[Opening Given records section]
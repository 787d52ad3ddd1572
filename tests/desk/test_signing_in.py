"""Signing in: roles, cookies, forged and replayed forms, fixation, brute force, and who is out at once."""

from __future__ import annotations

import re
import shlex
from collections.abc import Iterator

import click
import pytest
from click.testing import CliRunner
from desk_bench import PASSWORD, Bench, code_of, form_in, sign_in, word
from starlette.testclient import TestClient

from sheets import cli, pipeline
from sheets.errors import InputError


@pytest.fixture
def site(bench: Bench) -> Iterator[TestClient]:
    """A closed page with three who may sign in."""
    bench.site.write_text(bench.site.read_text() + "record page open: no\n", encoding="utf-8")
    for name, role in (("Rita Sorn", "reader"), ("Tom Ness", "technician"), ("Ada Quarrow", "approver")):
        pipeline.set_user(bench.users, name=name, role=role, password=PASSWORD)
    with bench.client(users=bench.users) as client:
        yield client


def test_whoever_signed_in_may_read_and_comes_back_to_the_paper(bench: Bench, site: TestClient) -> None:
    issued = bench.issue()
    away = site.get(code_of(issued))
    assert away.status_code == 303
    asked = site.get(away.headers["location"])
    form, to = form_in(asked), re.findall(r'name="to" value="([^"]+)"', asked.text)[0].replace("&amp;", "&")
    back = site.post("/sign-in", data={"form": form, "name": "Rita Sorn", "password": PASSWORD, "to": to})
    assert (back.status_code, back.headers["location"]) == (303, code_of(issued))
    answer = site.get(code_of(issued))
    assert word(answer) == "current"
    assert "Sign out Rita Sorn" in answer.text


def test_the_cookie_is_out_of_reach(site: TestClient, bench: Bench) -> None:
    said = sign_in(site).headers["set-cookie"].lower()
    assert said.startswith("jamnut=")
    for part in ("httponly", "samesite=lax", "path=/"):
        assert part in said
    assert "secure" not in said
    with bench.client(users=bench.users, secure=True) as client:
        form = form_in(client.get("/sign-in", headers={"x": "1"}))
        assert form
    with TestClient(client.app, base_url="https://records.brackwater.example", follow_redirects=False) as tls:
        said = sign_in(tls).headers["set-cookie"].lower()
    assert said.startswith("__host-jamnut=")
    assert "secure" in said
    assert "domain" not in said


@pytest.mark.parametrize(
    ("name", "password"),
    [("Tom Ness", "wrong password"), ("Nobody Here", PASSWORD), ("", ""), ("tom ness", PASSWORD),
     ("Tom Ness", PASSWORD + "\0"), ("Tom Ness", "")],
)  # fmt: skip
def test_what_does_not_fit_says_the_same_for_all(site: TestClient, name: str, password: str) -> None:
    answer = sign_in(site, name, password)
    assert answer.status_code == 403
    assert "Name and password don&#39;t belong together." in answer.text
    assert site.get("/find").status_code == 303


def test_a_session_that_somebody_brought_along_is_not_taken(site: TestClient) -> None:
    site.cookies.set("jamnut", "planted-by-another")
    sign_in(site)
    kept = [cookie.value for cookie in site.cookies.jar if cookie.name == "jamnut"]
    assert kept
    assert "planted-by-another" not in kept[-1:]
    with TestClient(site.app, base_url=str(site.base_url), follow_redirects=False) as other:
        other.cookies.set("jamnut", "planted-by-another")
        assert other.get("/find").status_code == 303


def test_signing_in_again_ends_the_session_before(site: TestClient) -> None:
    sign_in(site, "Rita Sorn")
    before = site.cookies["jamnut"]
    sign_in(site, "Tom Ness")
    assert site.cookies["jamnut"] != before
    site.cookies.clear()
    site.cookies.set("jamnut", before)
    assert site.get("/find").status_code == 303


def test_a_form_to_sign_in_from_elsewhere_is_refused(site: TestClient) -> None:
    form = form_in(site.get("/sign-in"))
    said = {"name": "Tom Ness", "password": PASSWORD}
    for forged in ("", "0" * 64, form[:-1], "é"):
        assert site.post("/sign-in", data={**said, "form": forged}).status_code == 403
    site.cookies.clear()  # the form without its cookie
    assert site.post("/sign-in", data={**said, "form": form}).status_code == 403
    assert site.get("/find").status_code == 303


@pytest.mark.parametrize(
    "to",
    ["//elsewhere.example", "https://elsewhere.example", "/\\elsewhere.example", "javascript:alert(1)",
     "/find\r\nSet-Cookie: a=b", "", "find", "/\t/elsewhere.example"],
)  # fmt: skip
def test_nobody_is_sent_elsewhere(site: TestClient, to: str) -> None:
    answer = sign_in(site, to=to)
    assert (answer.status_code, answer.headers["location"]) == (303, "/")


def test_signing_in_without_a_target_leads_to_the_list(bench: Bench, site: TestClient) -> None:
    bench.issue()
    answer = sign_in(site)
    assert site.get(answer.headers["location"]).status_code == 200


def test_guessing_ends_by_name_and_a_right_password_waits_with_it(bench: Bench, site: TestClient) -> None:
    for _ in range(8):
        assert sign_in(site, password="a wrong guess").status_code == 403
    answer = sign_in(site)
    assert answer.status_code == 429
    assert int(answer.headers["retry-after"]) > 0
    assert sign_in(site, "Rita Sorn").status_code == 303  # others aren't kept out
    bench.clock.move(minutes=16)
    assert sign_in(site).status_code == 303


def test_guessing_many_names_ends_by_address(site: TestClient) -> None:
    answers = [sign_in(site, f"Person {number}").status_code for number in range(45)]
    assert answers == [403] * 40 + [429] * 5


def test_sessions_end_by_themselves(bench: Bench, site: TestClient) -> None:
    sign_in(site)
    for _ in range(20):
        bench.clock.move(minutes=29)
        assert site.get("/find").status_code == 200
    bench.clock.move(minutes=29)
    assert site.get("/find").status_code == 303  # after ten hours, however busy
    sign_in(site)
    bench.clock.move(minutes=31)
    assert site.get("/find").status_code == 303


def test_signing_out_takes_a_form_once(site: TestClient) -> None:
    sign_in(site)
    assert site.post("/sign-out", data={"form": "made up"}).status_code == 403
    assert site.get("/find").status_code == 200
    token = site.cookies["jamnut"]
    form = form_in(site.get("/sign-out"))
    assert site.post("/sign-out", data={"form": form}).status_code == 303
    site.cookies.set("jamnut", token)
    assert site.get("/find").status_code == 303
    assert site.post("/sign-out", data={"form": form}).status_code == 401


def test_a_form_of_one_person_is_of_no_use_to_another(site: TestClient) -> None:
    sign_in(site, "Rita Sorn")
    form = form_in(site.get("/sign-out"))
    with TestClient(site.app, base_url=str(site.base_url), follow_redirects=False) as other:
        sign_in(other, "Tom Ness")
        assert other.post("/sign-out", data={"form": form}).status_code == 403


def test_whoever_is_taken_out_is_out_at_once(bench: Bench, site: TestClient) -> None:
    sign_in(site)
    assert site.get("/find").status_code == 200
    pipeline.remove_user(bench.users, name="Tom Ness")
    assert site.get("/find").status_code == 303
    assert sign_in(site).status_code == 403


def test_a_new_password_ends_old_sessions(bench: Bench, site: TestClient) -> None:
    sign_in(site)
    pipeline.set_user(bench.users, name="Tom Ness", role="reader", password="another one entirely")
    assert site.get("/find").status_code == 303


@pytest.mark.usefixtures("site")
def test_the_users_file_holds_no_password_and_is_private(bench: Bench) -> None:
    text = bench.users.read_text(encoding="utf-8")
    assert PASSWORD not in text
    assert text.count("$argon2id$") == 3
    assert bench.users.stat().st_mode & 0o077 == 0
    assert list(pipeline.users(bench.users)) == [
        "Ada Quarrow: approver",
        "Rita Sorn: reader",
        "Tom Ness: technician",
    ]


@pytest.mark.parametrize(
    "text", ["", "[]", "{}", '{"format": 2, "users": []}', '{"format": 1, "users": [{}]}', "[" * 9000]
)
def test_another_file_is_no_users_file(bench: Bench, text: str) -> None:
    bench.users.write_text(text, encoding="utf-8")
    with pytest.raises(InputError, match="no users file"):
        pipeline.users_of(bench.users)


@pytest.mark.parametrize(
    ("name", "password"), [("Tom Ness", "short"), ("", PASSWORD), ("Tom\nNess", PASSWORD), ("T", "x" * 201)]
)
def test_who_can_not_be_added(bench: Bench, name: str, password: str) -> None:
    with pytest.raises(InputError):
        pipeline.set_user(bench.users, name=name, role="reader", password=password)
    assert not bench.users.exists()


def test_without_users_nobody_signs_in(bench: Bench) -> None:
    client = bench.client()
    assert client.get("/sign-in").status_code == 404
    assert "Sign in" not in client.get("/find").text


def test_the_example_adds_a_user(bench: Bench, monkeypatch: pytest.MonkeyPatch) -> None:
    text = cli.main.commands["users"].help or ""
    (line,) = re.findall(r"^ *Example: jamnut users (.+)$", text, flags=re.MULTILINE)
    monkeypatch.chdir(bench.folder)
    monkeypatch.setattr(click, "prompt", lambda *_, **__: PASSWORD)
    for words in (shlex.split(line), ["users.json"], ["users.json", "--remove", "Dora Vell"]):
        done = CliRunner().invoke(cli.main, ["users", *words])
        assert done.exit_code == 0, done.output
        assert "Dora Vell" in done.output
    assert pipeline.users_of(bench.users) == ()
[Closing Given records section]
**Directions for this task**
Take the word "planted" and find each line of the material that contains it. Copy those lines.

**Result for this exercise**
    site.cookies.set("jamnut", "planted-by-another")
    assert "planted-by-another" not in kept[-1:]
        other.cookies.set("jamnut", "planted-by-another")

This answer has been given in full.